"""
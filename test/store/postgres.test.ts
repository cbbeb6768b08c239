import { storeContract } from './contract.ts';

storeContract('postgres');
"""
▶ [WHAT THE TASK ASKS] Copy the data above in full, exactly as it reads.

▶ [RESULT OF THE TASK]
filename test/store/postgres.test.ts
repository cbbeb6768b08c239
import { storeContract } from './contract.ts';

storeContract('postgres');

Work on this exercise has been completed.